_Exercise details_
Below are the entries; give again exactly the lines from the one mentioning "np.testing.assert_array_equal(prior.ppf([0.0, 0.3, 1.0]), 0.02)" through the one mentioning "mean 0.05, sd", inclusive.

_Information given_
---*---

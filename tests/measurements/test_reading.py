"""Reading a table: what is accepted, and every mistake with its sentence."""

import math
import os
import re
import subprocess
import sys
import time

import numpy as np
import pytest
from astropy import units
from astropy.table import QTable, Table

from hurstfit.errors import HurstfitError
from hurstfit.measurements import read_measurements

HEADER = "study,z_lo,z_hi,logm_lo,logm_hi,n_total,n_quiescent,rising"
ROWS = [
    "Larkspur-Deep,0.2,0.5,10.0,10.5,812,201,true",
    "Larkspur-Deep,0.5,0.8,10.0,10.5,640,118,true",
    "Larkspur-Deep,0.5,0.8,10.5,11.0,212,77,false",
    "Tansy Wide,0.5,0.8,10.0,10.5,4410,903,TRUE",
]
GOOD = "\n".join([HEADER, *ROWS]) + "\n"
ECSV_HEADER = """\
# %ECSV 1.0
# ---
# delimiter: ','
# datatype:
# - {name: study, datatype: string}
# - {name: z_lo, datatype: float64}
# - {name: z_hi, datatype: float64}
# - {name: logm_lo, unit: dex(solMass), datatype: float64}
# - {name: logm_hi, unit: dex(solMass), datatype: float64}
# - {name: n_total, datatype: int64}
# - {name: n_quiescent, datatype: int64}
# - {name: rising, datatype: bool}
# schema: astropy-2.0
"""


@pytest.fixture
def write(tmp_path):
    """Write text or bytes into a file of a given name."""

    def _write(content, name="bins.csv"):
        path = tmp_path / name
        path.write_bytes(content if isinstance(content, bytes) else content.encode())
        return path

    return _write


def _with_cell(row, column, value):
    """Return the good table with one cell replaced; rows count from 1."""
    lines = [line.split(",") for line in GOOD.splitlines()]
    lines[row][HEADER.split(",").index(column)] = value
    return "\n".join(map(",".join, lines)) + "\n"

---*---

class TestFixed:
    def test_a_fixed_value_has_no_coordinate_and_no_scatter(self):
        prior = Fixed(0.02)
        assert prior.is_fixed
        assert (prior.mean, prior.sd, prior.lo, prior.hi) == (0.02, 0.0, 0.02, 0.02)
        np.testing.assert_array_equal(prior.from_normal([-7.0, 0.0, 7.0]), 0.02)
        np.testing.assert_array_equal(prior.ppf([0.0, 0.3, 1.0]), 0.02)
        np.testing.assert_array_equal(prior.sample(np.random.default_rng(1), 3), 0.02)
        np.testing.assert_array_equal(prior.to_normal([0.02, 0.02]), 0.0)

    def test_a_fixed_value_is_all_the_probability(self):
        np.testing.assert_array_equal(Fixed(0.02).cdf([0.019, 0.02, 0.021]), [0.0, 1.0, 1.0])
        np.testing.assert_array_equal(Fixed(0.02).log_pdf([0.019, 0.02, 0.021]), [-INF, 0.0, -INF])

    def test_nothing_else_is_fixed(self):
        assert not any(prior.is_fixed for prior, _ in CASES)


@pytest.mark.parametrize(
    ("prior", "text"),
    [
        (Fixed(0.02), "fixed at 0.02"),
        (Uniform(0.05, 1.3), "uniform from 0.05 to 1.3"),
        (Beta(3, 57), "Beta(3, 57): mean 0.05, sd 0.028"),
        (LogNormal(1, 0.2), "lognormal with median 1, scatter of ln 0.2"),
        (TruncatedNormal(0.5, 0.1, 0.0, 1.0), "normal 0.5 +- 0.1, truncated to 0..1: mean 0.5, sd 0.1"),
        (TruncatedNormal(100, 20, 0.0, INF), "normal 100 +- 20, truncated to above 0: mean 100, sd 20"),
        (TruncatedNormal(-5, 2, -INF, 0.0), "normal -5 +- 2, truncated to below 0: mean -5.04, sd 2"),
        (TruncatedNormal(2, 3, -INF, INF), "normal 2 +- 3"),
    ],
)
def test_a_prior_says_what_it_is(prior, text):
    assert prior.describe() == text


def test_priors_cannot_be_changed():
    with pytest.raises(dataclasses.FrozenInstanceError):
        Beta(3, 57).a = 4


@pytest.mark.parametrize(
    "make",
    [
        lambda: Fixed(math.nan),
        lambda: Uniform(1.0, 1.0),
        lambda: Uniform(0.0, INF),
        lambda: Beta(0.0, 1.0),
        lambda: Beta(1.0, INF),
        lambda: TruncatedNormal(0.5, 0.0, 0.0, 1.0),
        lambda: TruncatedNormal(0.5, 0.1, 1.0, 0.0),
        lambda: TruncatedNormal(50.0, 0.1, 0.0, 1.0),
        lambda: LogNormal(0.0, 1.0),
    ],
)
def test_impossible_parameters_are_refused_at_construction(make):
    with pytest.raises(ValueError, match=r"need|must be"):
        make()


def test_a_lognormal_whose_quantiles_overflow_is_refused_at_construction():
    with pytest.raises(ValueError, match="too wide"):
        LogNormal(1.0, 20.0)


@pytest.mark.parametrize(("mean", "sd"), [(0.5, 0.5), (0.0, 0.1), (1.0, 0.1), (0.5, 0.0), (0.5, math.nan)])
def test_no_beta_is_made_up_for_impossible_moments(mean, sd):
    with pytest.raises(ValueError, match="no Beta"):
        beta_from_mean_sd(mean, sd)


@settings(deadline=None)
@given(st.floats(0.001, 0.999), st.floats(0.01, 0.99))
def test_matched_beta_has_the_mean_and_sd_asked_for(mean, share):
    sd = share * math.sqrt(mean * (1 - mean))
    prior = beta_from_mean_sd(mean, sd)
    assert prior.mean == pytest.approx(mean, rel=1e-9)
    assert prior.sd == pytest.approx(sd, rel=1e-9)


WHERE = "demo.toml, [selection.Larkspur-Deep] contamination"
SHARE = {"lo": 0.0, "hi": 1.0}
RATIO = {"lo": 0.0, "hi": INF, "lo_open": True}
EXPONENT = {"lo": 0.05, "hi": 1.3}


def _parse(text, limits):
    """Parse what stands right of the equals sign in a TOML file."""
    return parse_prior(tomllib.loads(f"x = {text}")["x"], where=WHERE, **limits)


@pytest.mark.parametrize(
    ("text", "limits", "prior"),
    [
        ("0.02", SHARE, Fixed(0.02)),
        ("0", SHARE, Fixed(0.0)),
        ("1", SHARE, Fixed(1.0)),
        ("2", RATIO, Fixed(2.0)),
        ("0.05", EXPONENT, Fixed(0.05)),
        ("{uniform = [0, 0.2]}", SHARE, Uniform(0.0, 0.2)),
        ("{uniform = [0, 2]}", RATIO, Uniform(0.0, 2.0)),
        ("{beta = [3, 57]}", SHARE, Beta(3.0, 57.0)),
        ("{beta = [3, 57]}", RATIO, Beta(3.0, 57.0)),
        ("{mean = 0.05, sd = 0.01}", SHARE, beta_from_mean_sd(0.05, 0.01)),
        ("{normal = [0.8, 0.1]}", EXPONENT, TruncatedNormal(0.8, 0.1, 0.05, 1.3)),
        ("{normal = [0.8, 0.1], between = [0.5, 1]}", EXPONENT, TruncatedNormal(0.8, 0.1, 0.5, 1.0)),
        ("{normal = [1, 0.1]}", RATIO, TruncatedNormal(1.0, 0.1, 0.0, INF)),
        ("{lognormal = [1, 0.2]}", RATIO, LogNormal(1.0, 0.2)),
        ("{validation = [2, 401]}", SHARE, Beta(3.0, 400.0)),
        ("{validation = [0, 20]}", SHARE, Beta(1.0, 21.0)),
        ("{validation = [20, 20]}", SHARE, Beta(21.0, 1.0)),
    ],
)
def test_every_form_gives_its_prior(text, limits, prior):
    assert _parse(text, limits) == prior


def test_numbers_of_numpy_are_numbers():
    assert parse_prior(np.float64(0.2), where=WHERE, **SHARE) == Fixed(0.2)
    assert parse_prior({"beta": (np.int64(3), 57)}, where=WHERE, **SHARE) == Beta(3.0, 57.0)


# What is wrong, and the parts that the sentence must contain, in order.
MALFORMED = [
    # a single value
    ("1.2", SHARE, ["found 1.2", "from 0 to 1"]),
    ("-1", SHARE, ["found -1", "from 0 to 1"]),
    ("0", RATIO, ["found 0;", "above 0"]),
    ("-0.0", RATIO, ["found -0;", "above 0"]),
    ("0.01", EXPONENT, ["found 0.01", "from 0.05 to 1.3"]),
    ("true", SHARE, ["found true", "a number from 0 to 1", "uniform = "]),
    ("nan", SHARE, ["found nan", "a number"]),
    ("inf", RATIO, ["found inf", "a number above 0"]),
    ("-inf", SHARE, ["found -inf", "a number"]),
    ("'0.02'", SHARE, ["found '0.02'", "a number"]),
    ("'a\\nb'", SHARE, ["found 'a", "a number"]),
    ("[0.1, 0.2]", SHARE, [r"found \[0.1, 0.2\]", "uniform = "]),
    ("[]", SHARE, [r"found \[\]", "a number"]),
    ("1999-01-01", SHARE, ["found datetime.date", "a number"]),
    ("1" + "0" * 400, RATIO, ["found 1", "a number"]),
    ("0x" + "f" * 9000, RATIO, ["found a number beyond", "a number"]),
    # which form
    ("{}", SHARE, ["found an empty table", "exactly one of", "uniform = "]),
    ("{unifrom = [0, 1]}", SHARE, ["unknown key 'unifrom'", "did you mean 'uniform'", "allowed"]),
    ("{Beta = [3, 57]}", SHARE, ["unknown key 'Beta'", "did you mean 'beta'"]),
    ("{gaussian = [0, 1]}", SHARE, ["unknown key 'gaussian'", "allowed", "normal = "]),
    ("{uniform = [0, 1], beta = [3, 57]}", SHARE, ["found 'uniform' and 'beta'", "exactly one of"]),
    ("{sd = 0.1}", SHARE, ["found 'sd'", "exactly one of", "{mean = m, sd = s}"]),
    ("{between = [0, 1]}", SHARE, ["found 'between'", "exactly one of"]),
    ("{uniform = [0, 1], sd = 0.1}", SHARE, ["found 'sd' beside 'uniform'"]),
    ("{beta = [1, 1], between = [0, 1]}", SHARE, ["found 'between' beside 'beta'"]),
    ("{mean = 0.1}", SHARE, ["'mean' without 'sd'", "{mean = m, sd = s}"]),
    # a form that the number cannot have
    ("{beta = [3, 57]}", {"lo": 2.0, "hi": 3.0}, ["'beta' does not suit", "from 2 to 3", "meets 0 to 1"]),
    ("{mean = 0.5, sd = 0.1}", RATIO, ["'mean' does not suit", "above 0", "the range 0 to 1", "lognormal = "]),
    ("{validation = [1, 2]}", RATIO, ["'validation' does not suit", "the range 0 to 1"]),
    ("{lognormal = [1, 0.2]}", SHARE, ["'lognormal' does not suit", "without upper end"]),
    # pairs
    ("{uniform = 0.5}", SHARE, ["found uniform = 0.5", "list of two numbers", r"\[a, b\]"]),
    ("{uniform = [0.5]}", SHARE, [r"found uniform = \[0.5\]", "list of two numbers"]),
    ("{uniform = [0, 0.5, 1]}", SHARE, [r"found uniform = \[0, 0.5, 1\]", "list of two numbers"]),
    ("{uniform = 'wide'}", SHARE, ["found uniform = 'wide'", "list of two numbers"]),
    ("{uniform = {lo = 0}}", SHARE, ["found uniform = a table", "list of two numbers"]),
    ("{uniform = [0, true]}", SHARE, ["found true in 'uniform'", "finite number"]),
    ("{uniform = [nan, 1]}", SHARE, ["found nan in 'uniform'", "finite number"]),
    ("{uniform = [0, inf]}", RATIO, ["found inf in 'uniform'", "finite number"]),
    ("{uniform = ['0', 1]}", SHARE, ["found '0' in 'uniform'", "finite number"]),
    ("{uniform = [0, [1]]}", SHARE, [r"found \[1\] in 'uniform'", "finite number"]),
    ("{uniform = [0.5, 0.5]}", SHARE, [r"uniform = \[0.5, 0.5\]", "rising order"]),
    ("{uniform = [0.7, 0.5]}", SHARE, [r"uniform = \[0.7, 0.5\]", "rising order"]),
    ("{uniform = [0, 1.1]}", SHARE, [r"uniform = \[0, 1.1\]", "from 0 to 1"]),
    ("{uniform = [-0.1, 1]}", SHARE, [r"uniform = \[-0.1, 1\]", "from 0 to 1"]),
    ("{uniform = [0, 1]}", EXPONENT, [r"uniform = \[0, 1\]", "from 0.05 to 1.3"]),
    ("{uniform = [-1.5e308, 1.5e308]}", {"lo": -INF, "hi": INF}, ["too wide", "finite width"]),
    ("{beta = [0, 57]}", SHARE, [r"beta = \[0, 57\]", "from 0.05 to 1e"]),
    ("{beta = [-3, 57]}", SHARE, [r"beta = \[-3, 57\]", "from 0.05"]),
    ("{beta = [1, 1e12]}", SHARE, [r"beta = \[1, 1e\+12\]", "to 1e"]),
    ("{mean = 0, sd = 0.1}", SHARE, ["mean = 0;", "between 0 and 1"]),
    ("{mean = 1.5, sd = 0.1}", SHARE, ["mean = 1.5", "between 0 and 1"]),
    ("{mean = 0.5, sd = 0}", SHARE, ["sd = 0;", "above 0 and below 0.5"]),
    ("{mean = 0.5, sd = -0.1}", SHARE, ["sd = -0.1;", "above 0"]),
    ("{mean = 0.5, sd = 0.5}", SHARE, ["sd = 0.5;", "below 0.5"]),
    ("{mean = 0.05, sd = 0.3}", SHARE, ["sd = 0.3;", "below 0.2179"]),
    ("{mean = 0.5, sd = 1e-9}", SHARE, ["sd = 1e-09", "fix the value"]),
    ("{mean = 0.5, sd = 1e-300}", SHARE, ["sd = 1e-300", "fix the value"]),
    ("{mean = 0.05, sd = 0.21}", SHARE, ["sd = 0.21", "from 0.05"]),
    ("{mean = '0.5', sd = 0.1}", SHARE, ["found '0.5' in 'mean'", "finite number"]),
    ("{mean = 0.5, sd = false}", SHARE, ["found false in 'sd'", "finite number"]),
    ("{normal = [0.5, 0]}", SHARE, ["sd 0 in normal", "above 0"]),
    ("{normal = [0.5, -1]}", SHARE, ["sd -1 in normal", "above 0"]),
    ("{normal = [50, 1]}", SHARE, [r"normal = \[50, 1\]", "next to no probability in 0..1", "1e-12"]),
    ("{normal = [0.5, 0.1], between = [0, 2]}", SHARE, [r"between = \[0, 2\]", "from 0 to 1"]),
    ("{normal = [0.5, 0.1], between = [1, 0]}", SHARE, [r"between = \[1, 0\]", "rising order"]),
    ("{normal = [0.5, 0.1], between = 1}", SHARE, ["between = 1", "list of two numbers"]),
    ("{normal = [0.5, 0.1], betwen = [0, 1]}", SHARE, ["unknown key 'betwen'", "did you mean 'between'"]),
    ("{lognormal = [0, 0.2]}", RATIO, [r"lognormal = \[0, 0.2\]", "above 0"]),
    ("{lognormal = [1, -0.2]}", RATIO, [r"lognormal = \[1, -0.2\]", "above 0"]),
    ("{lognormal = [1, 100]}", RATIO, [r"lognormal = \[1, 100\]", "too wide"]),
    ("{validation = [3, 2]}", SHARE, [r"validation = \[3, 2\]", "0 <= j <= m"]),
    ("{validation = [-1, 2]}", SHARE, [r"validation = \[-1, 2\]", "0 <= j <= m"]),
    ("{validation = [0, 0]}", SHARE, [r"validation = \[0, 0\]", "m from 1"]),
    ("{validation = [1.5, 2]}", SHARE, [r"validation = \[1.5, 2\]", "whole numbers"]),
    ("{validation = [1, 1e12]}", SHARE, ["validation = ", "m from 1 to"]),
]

---*---

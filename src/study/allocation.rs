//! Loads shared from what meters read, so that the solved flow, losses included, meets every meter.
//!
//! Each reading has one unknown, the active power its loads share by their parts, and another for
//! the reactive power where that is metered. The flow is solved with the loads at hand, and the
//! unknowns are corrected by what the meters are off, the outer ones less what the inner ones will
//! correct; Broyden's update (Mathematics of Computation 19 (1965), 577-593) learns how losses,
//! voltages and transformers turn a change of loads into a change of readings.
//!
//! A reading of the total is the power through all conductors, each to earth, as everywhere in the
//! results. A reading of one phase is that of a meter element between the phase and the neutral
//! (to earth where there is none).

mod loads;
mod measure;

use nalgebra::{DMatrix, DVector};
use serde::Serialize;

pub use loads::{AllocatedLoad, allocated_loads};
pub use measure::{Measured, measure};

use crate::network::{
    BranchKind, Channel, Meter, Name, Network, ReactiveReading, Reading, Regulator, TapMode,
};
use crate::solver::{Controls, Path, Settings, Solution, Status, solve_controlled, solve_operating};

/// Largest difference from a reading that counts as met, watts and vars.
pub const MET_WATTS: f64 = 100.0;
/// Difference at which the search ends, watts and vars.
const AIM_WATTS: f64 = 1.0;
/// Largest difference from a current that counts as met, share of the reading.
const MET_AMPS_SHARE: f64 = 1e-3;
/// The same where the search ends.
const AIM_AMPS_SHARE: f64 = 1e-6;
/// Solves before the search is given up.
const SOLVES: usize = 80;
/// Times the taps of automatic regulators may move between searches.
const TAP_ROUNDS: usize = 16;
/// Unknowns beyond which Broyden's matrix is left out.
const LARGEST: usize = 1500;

---*---

_Exercise solution_
        np.testing.assert_array_equal(prior.ppf([0.0, 0.3, 1.0]), 0.02)
        np.testing.assert_array_equal(prior.sample(np.random.default_rng(1), 3), 0.02)
        np.testing.assert_array_equal(prior.to_normal([0.02, 0.02]), 0.0)

    def test_a_fixed_value_is_all_the_probability(self):
        np.testing.assert_array_equal(Fixed(0.02).cdf([0.019, 0.02, 0.021]), [0.0, 1.0, 1.0])
        np.testing.assert_array_equal(Fixed(0.02).log_pdf([0.019, 0.02, 0.021]), [-INF, 0.0, -INF])

    def test_nothing_else_is_fixed(self):
        assert not any(prior.is_fixed for prior, _ in CASES)


@pytest.mark.parametrize(
    ("prior", "text"),
    [
        (Fixed(0.02), "fixed at 0.02"),
        (Uniform(0.05, 1.3), "uniform from 0.05 to 1.3"),
        (Beta(3, 57), "Beta(3, 57): mean 0.05, sd 0.028"),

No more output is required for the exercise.